**What you need to do:**
Only one stretch of the listing below is wanted. Give it again exactly, from the line with "with the cell." through the line with "name = _plain_name(cell, moments)".

Given information Block Start

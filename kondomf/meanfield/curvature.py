"""Curvature of the constrained free energy: what tells a minimum from a saddle."""

from dataclasses import dataclass

import numpy as np
from numpy.typing import NDArray
from scipy.linalg import eigh

from kondomf.meanfield.evaluate import response
from kondomf.meanfield.problem import Point, Problem, point_at

Array = NDArray[np.float64]

NULL = 1e-13
"""Directions whose response is below this fraction of the largest do not change the state: curvature 1."""

SAME_FIELDS = 1e-12
"""Fields that differ by less, in units of the largest coupling, are the same."""
FROZEN = 1e-6
"""A constrained quantity that responds by less than this fraction (of a root of the response) needs no projection."""


@dataclass(frozen=True)
class Curvature:
    """Spectral form of H = 1 + R^T V R with R R^T the constrained response.

    eigenvalues : (d,) ascending, dimensionless (fixed-point directions count 1).
    root_vectors : (Na, d), R times the eigenvectors: change of the correlators P along each mode, unit of 1/sqrt(meV).
    v : (Na, Na) quadratic form among the active channels.
    feedback : (Na, Na) change C^T dlambda of the multipliers' fields that answers one of the active fields, first order.
    """

    eigenvalues: Array
    root_vectors: Array
    v: Array
    feedback: Array

    @property
    def lowest(self) -> float:
        """Lowest curvature; 1 where no field changes the state."""
        return float(self.eigenvalues.min(initial=1.0))

    def coordinates(self, active_fields: Array) -> Array:
        """Components (d,) of a vector over the active channels along the modes, R^T x."""
        return self.root_vectors.T @ active_fields

    def fields(self, y: Array, rest: Array, nu: float) -> Array:
        """Change of the active fields (rest + V R y)/(1 + nu) + C^T dlambda of the regularised step."""
        change = (rest + self.v @ (self.root_vectors @ y)) / (1 + nu)
        return change + self.feedback @ change


def curvature_at(problem: Problem, point: Point, *, full_space: bool = False) -> Curvature:
    """Curvature at `point`, inside the problem's class or in the full space of fields.

    M = -Pi, projected on the constraints: M - M C^T (C M C^T)^-1 C M = R R^T; H = 1 + R^T V R.
    """
    model, active = problem.model, problem.model.active
    m = -response(model, problem.zone, point.state, active)
    v = model.v[np.ix_(active, active)]
    c = model.c[:, active]
    basis = None if full_space else problem.basis
    if basis is None:
        return spectral_form(m, c, v)
    inside = spectral_form(basis.T @ m @ basis, c @ basis, basis.T @ v @ basis)
    return Curvature(inside.eigenvalues, basis @ inside.root_vectors, v, basis @ inside.feedback @ basis.T)


def _eigh(matrix: Array) -> tuple[Array, Array]:
    """Eigenvalues and eigenvectors. LAPACK's divide and conquer and, rarely, its MRRR fail on matrices met here; the
    slower QR does not."""
    try:
        return eigh(matrix, driver="evr")
    except np.linalg.LinAlgError:
        return eigh(matrix, driver="ev")


def spectral_form(m: Array, c: Array, v: Array) -> Curvature:
    """Spectral form of H = 1 + R^T V R with R R^T = M - M C^T (C M C^T)^-1 C M.

    m, v : (n, n) minus the response, in 1/meV, and the quadratic form, in meV; c : (k, n) constraints.
    """
    size, q = _eigh((m + m.T) / 2)
    largest = max(size.max(initial=0.0), 1e-300)
    keep = size > NULL * largest
    r = q[:, keep] * np.sqrt(size[keep])
    # (C M C^T)^-1 loses all digits where a constrained quantity is frozen (a gap at low T): the same projection on
    # orthonormal directions of r^T C^T leaves out those that are rounding noise.
    u, sizes, w = np.linalg.svd(r.T @ c.T, full_matrices=False)
    free = sizes > FROZEN * np.sqrt(largest)
    u = u[:, free]
    feedback = -c.T @ (w[free].T / sizes[free]) @ (r @ u).T
    r = r - (r @ u) @ u.T
    eigenvalues, z = _eigh(np.eye(r.shape[1]) + r.T @ v @ r)
    return Curvature(eigenvalues, r @ z, v, feedback)


def gauge_copies(problem: Problem, point: Point) -> list[Point]:
    """The other gauge copies of a decoupled point: the same state, which sees other uniform hybridizations.

    Left out are those of the same curvature: copies that are gauge transformations of the cell, and those of the same
    fields (a magnet without bonds). On a zone rule with shifts by half a reciprocal vector (even points) the copies
    agree in F; elsewhere they do not, so each is evaluated anew.
    """
    model = problem.model
    fields = [model.gauge_signs[copy] * point.phi for copy in model.distinct_copies[1:]]
    return [point_at(problem, phi) for phi in fields if np.abs(phi - point.phi).max() > SAME_FIELDS * model.scale]
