"""Classical magnets: product states of the spins of a cell, their energy, its minima and the names of the patterns.

A product state has <S_i^a S_j^b> = <S_i^a><S_j^b> between sites, and no bond correlators of the spinons. Its energy is
read off the quadratic form of the mean-field model, so it holds whatever exchange the model holds.
"""

from collections.abc import Iterator
from dataclasses import dataclass

import numpy as np
from numpy.typing import NDArray

from kondomf.model import MagneticCell, MeanFieldModel
from kondomf.model.lattice import FIRST, M_POINTS, SECOND
from kondomf.model.majorana import CYCLIC, SPINON, majorana

Array = NDArray[np.float64]

SPIN = 0.5
"""Length of a spin, in units of hbar."""
SEEDS = 24
"""Random configurations from which the minima of the classical energy are sought."""
MOST_SWEEPS = 1000
STATIONARY = 1e-6
"""Change of a spin in one sweep below which a relaxation is done."""
SAME_PRODUCTS = 1e-2
"""Scalar products of two spins that differ by less count as equal: relaxations along flat valleys end early."""
DEGENERATE = 1e-6
"""Classical energies that differ by less, in units of the largest coupling, count as equal."""
ALIGNED = 0.8
"""Mean cosine between neighbours from which a bond type counts as parallel, and below minus which as antiparallel."""
SPREAD = 0.1
"""Largest deviation of the mean cosine of a second-neighbour bond type from -1/2 in a 120-degree pattern."""
UNIFORM = 0.1
"""Share of the moments that must survive in their sum for a canted pattern."""

FERROMAGNET = "ferromagnet"
NEEL = "Neel antiferromagnet"
ZIGZAG = "zigzag antiferromagnet"
STRIPY = "stripy antiferromagnet"
TRIANGULAR = "120-degree antiferromagnet"
NONCOLLINEAR = "noncollinear magnet"


def moment_channels(model: MeanFieldModel) -> Array:
    """Correlators P = A s of spins s: A (N, sites, 3) with <i chi^0 chi^a> = 2 s^a = -<i chi^b chi^c> on every site.

    This holds in either spin form, obeys the constraint, and for |s| = 1/2 is a pure state.
    """
    result = np.zeros((model.n_channels, model.cell.n_sites, 3))
    for site in range(model.cell.n_sites):
        for axis, (a, b, c) in enumerate(CYCLIC):
            for mu, nu, value in ((0, a, 2.0), (b, c, -2.0)):
                found = model.find(majorana(site, SPINON, mu), majorana(site, SPINON, nu), (0, 0))
                if found is not None:
                    result[found[0], site, axis] = found[1] * value
    return result


@dataclass(frozen=True)
class ClassicalEnergy:
    """E(s) = b.s + s.q.s/2 per magnetic cell of spins s (sites, 3) in units of hbar; b (sites, 3), q twice that, meV.

    With the magnetic channel switched off q vanishes, as the first product of the Wick sum does.
    """

    b: Array
    q: Array

    @classmethod
    def of(cls, model: MeanFieldModel) -> "ClassicalEnergy":
        a = moment_channels(model)
        flat = a.reshape(len(a), -1)
        return cls((flat.T @ model.h).reshape(a.shape[1:]), (flat.T @ model.v @ flat).reshape(2 * a.shape[1:]))

    @property
    def scale(self) -> float:
        """Largest coupling, meV."""
        return float(max(np.abs(self.q).max(), np.abs(self.b).max()))

    def __call__(self, spins: Array) -> Array:
        """Energies (...) in meV per magnetic cell of configurations (..., sites, 3)."""
        quadratic = np.tensordot(spins, self.q, axes=2) / 2
        return np.asarray(((self.b + quadratic) * spins).sum(axis=(-2, -1)))

    def relaxed(self, spins: Array) -> Array:
        """Configurations (n, sites, 3) after turning spin by spin against its local field until none moves.

        E never rises: a spin that couples to its own images in neighbouring cells is turned along the field of its
        energy less the largest eigenvalue of that coupling, which is concave and on |s| = 1/2 differs by a constant.
        """
        spins = spins.copy()
        own = [np.linalg.eigvalsh(self.q[i, :, i]).max() for i in range(len(self.b))]
        for _ in range(MOST_SWEEPS):
            before = spins.copy()
            for i, shift in enumerate(own):
                field = self.b[i] + np.tensordot(spins, self.q[i], axes=((1, 2), (1, 2))) - shift * spins[:, i]
                size = np.linalg.norm(field, axis=1, keepdims=True)
                free = size <= 1e-12 * self.scale
                spins[:, i] = np.where(free, spins[:, i], -SPIN * field / np.where(free, 1.0, size))
            if np.abs(spins - before).max() < STATIONARY:
                break
        return spins

    def lowest(self, seed: int = 0) -> list[Array]:
        """Distinct minima (sites, 3), lowest first, from seeded random configurations.

        Two of equal energy are the same when their scalar products are, in whatever order: this leaves out lattice
        symmetries and rotations or reversal of all spins.
        """
        found = self.relaxed(random_spins(np.random.default_rng(seed), SEEDS, len(self.b)))
        energies = self(found)
        result: list[tuple[float, Array, Array]] = []
        for k in np.argsort(energies, kind="stable"):
            products = np.sort((found[k] @ found[k].T).ravel())
            near = [p for e, p, _ in result if abs(e - energies[k]) <= DEGENERATE * self.scale]
            if not any(np.abs(products - p).max() < SAME_PRODUCTS for p in near):
                result.append((float(energies[k]), products, found[k]))
        return [spins for _, _, spins in result]

    def along_best_axis(self, signs: Array) -> Array:
        """The collinear configuration s_i = signs_i n/2 (sites, 3) with the axis n of lowest energy, z where it may."""
        b = signs @ self.b
        q = np.einsum("i,iajb,j->ab", signs, self.q, signs)
        axes = np.concatenate([[[[0.0, 0.0, SPIN]]], random_spins(np.random.default_rng(0), 4, 1)])
        common = ClassicalEnergy(b[None], q[None, :, None])
        axes = common.relaxed(axes)
        energies = common(axes)
        best = int(np.flatnonzero(energies <= energies.min() + DEGENERATE * self.scale)[0])
        return np.asarray(signs[:, None] * axes[best])


def random_spins(rng: np.random.Generator, count: int, sites: int) -> Array:
    """Spins of length 1/2 in random directions, (count, sites, 3)."""
    vectors = rng.standard_normal((count, sites, 3))
    return np.asarray(SPIN * vectors / np.linalg.norm(vectors, axis=-1, keepdims=True))


def collinear_patterns(cell: MagneticCell) -> Iterator[tuple[str, Array]]:
    """Name and signs (sites,) of the collinear patterns that repeat with the cell.

    Zigzag and stripy order have one of the wave vectors M1, M2, M3, that is one odd bond type, each.
    """
    sublattice = (-1.0) ** np.arange(cell.n_sites)
    for m in M_POINTS:
        if cell.holds(m):
            for signs in (cell.signs(m), cell.signs(m) * sublattice):
                yield pattern_name(cell, signs[:, None] * [0.0, 0.0, 1.0]), signs


def classical_magnets(model: MeanFieldModel) -> dict[str, Array]:
    """Spins (sites, 3) of the magnets that the cell can hold by name, lowest classical energy first.

    Every collinear pattern is there with its best odd bond and axis, whatever its energy: the electrons mediate an
    exchange that the classical energy does not know. Others are there where they lie lower than all of these. Empty
    when the magnetic channel is off.
    """
    if not (model.v @ moment_channels(model).reshape(model.n_channels, -1)).any():
        return {}
    energy = ClassicalEnergy.of(model)
    states = [(name, energy.along_best_axis(signs)) for name, signs in collinear_patterns(model.cell)]
    bound = min(float(energy(spins)) for _, spins in states) - DEGENERATE * energy.scale
    states += [(pattern_name(model.cell, s), s) for s in energy.lowest() if energy(s) < bound]
    result: dict[str, Array] = {}
    for name, spins in sorted(states, key=lambda state: float(energy(state[1]))):
        result.setdefault(name, spins)
    return result


def pattern_name(cell: MagneticCell, moments: Array) -> str:
    """Name of the pattern of moments (sites, 3), of any sizes, from the mean cosines on the bonds of each type.

    First neighbours: all parallel, a ferromagnet; none, Neel; two bond types of three, zigzag; one, stripy. Second
    neighbours at -1/2: 120-degree order. A pattern that appears once the uniform part is taken out is canted.
    Source of the collinear names: Phys. Rev. Lett. 110, 097204 (2013), "Zigzag magnetic order in the iridium oxide
    Na2IrO3".
    """
    name = _plain_name(cell, moments)
    mean = moments.mean(axis=0)
    if name == NONCOLLINEAR and np.linalg.norm(mean) > UNIFORM * np.linalg.norm(moments, axis=1).mean():
        rest = _plain_name(cell, moments - mean)
        return "canted magnet" if rest == NONCOLLINEAR else f"canted {rest}"
    return name


def _plain_name(cell: MagneticCell, moments: Array) -> str:
    first = _cosines(cell, moments, FIRST)
    if (np.abs(first) > ALIGNED).all():
        return (NEEL, STRIPY, ZIGZAG, FERROMAGNET)[int((first > 0).sum())]
    second = _cosines(cell, moments, SECOND)
    return TRIANGULAR if (np.abs(second + 0.5) < SPREAD).all() else NONCOLLINEAR


def _cosines(cell: MagneticCell, moments: Array, kinds: tuple) -> Array:
    """Mean cosine (3,) between the moments of the bonds of each type, weighted by their sizes."""
    products, sizes = np.zeros(3), np.zeros(3)
    length = np.linalg.norm(moments, axis=1)
    for i, j, _, kind in cell.bonds(kinds):
        products[kind] += moments[i] @ moments[j]
        sizes[kind] += length[i] * length[j]
    return products / np.maximum(sizes, 1e-300)
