"""Chosen phases: the subspace of fields that each class of states leaves free."""

from collections.abc import Callable
from dataclasses import dataclass
from functools import partial

import numpy as np
from numpy.typing import NDArray
from scipy.linalg import block_diag

from kondomf.model import MeanFieldModel
from kondomf.model.symmetries import rotate_channels

Array = NDArray[np.float64]


def class_basis(model: MeanFieldModel, phase: str) -> Array | None:
    """Orthonormal basis (Na, d) of the fields, among the active channels, that `phase` leaves free; None: all."""
    basis = CLASSES[phase].basis
    return None if basis is None else basis(model)


def _without_hybridization(model: MeanFieldModel, moments: bool) -> Array:
    active = model.active
    bonds = ~model.hybridization[active]
    if moments:
        return np.eye(len(active))[:, bonds]
    basis = np.hstack([np.eye(len(active))[:, bonds & ~model.onsite[active]], model.c[:, active].T])
    return np.linalg.qr(basis)[0]


def _with_time_reversal(model: MeanFieldModel) -> Array:
    return _invariant(_reversal(model))


def _with_time_reversal_and_charge(model: MeanFieldModel) -> Array:
    angles = 2 * np.pi * np.arange(8) / 8
    charge = sum(rotate_channels(model, phase_rotation(model, angle), False) for angle in angles) / 8
    return _invariant((charge + _reversal(model)) / 2)


def _reversal(model: MeanFieldModel) -> Array:
    return (np.eye(len(model.active)) + rotate_channels(model, time_reversal(model), True)) / 2


def _invariant(mean: Array) -> Array:
    """Directions that a mean of orthogonal projectors leaves alone."""
    eigenvalues, vectors = np.linalg.eigh((mean + mean.T) / 2)
    return vectors[:, eigenvalues > 1 - 1e-9]


def phase_rotation(model: MeanFieldModel, angle: float) -> Array:
    """c -> e^(i angle) c and f -> e^(i angle) f as a rotation of the Majoranas (0, 3) and (1, 2), (n, n)."""
    c, s = np.cos(angle), np.sin(angle)
    one = np.array([[c, 0, 0, -s], [0, c, -s, 0], [0, s, c, 0], [s, 0, 0, c]])
    return block_diag(*[one] * (model.n_majorana // 4))


def time_reversal(model: MeanFieldModel) -> Array:
    """Rotation (n, n) of the Majoranas that, with i -> -i, is time reversal c -> i sigma_y c on both species.

    The phase c -> i c of sublattice B turns its sign. On the electrons O^2 = -1, also with a rotation of the electron
    number. On the spinons O flips S in the so4 form if it is any element of a site's gauge SU(2). An even
    hybridization, W = -O_chi W O_eta^T, needs O_chi^2 = -1 where it is not zero, and all such elements are this one up
    to the choice of gauge. In the kitaev form only O_chi = +-1 leaves the exchange alone, so that no hybridization is
    even. (At n = 1 T may be combined with an exchange of particles and holes, which allows one; no class here.)
    """
    one = np.array([[0, 0, 1, 0], [0, 0, 0, -1], [-1, 0, 0, 0], [0, 1, 0, 0]], dtype=float)
    return block_diag(*[one if i % 4 < 2 else -one for i in range(model.n_majorana // 4)])


@dataclass(frozen=True)
class PhaseClass:
    """What a value of search.phase leaves free, in words and as a function that gives the basis (None: every field).

    hybridized : the search starts from hybridized states only.
    """

    free: str
    basis: Callable[[MeanFieldModel], Array] | None
    hybridized: bool = False


CLASSES = {
    "any": PhaseClass("every field", None),
    "decoupled": PhaseClass(
        "bonds of the spinons; no hybridization, no moments", partial(_without_hybridization, moments=False)
    ),
    "magnetic": PhaseClass(
        "bonds of the spinons and moments; no hybridization", partial(_without_hybridization, moments=True)
    ),
    "paramagnetic": PhaseClass(
        "fields with time reversal: hybridization and pairing; no moments (so4 forms)", _with_time_reversal, True
    ),
    "heavy-fermi-liquid": PhaseClass(
        "fields with time reversal and the common U(1) of electrons and spinons: hybridization; no pairing, no moments "
        "(so4 forms)",
        _with_time_reversal_and_charge,
        True,
    ),
}
"""The values of search.phase."""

Given information Block End

**Expected output:**
    """Name and signs (sites,) of the collinear patterns that repeat with the cell.

    Zigzag and stripy order have one of the wave vectors M1, M2, M3, that is one odd bond type, each.
    """
    sublattice = (-1.0) ** np.arange(cell.n_sites)
    for m in M_POINTS:
        if cell.holds(m):
            for signs in (cell.signs(m), cell.signs(m) * sublattice):
                yield pattern_name(cell, signs[:, None] * [0.0, 0.0, 1.0]), signs


def classical_magnets(model: MeanFieldModel) -> dict[str, Array]:
    """Spins (sites, 3) of the magnets that the cell can hold by name, lowest classical energy first.

    Every collinear pattern is there with its best odd bond and axis, whatever its energy: the electrons mediate an
    exchange that the classical energy does not know. Others are there where they lie lower than all of these. Empty
    when the magnetic channel is off.
    """
    if not (model.v @ moment_channels(model).reshape(model.n_channels, -1)).any():
        return {}
    energy = ClassicalEnergy.of(model)
    states = [(name, energy.along_best_axis(signs)) for name, signs in collinear_patterns(model.cell)]
    bound = min(float(energy(spins)) for _, spins in states) - DEGENERATE * energy.scale
    states += [(pattern_name(model.cell, s), s) for s in energy.lowest() if energy(s) < bound]
    result: dict[str, Array] = {}
    for name, spins in sorted(states, key=lambda state: float(energy(state[1]))):
        result.setdefault(name, spins)
    return result


def pattern_name(cell: MagneticCell, moments: Array) -> str:
    """Name of the pattern of moments (sites, 3), of any sizes, from the mean cosines on the bonds of each type.

    First neighbours: all parallel, a ferromagnet; none, Neel; two bond types of three, zigzag; one, stripy. Second
    neighbours at -1/2: 120-degree order. A pattern that appears once the uniform part is taken out is canted.
    Source of the collinear names: Phys. Rev. Lett. 110, 097204 (2013), "Zigzag magnetic order in the iridium oxide
    Na2IrO3".
    """
    name = _plain_name(cell, moments)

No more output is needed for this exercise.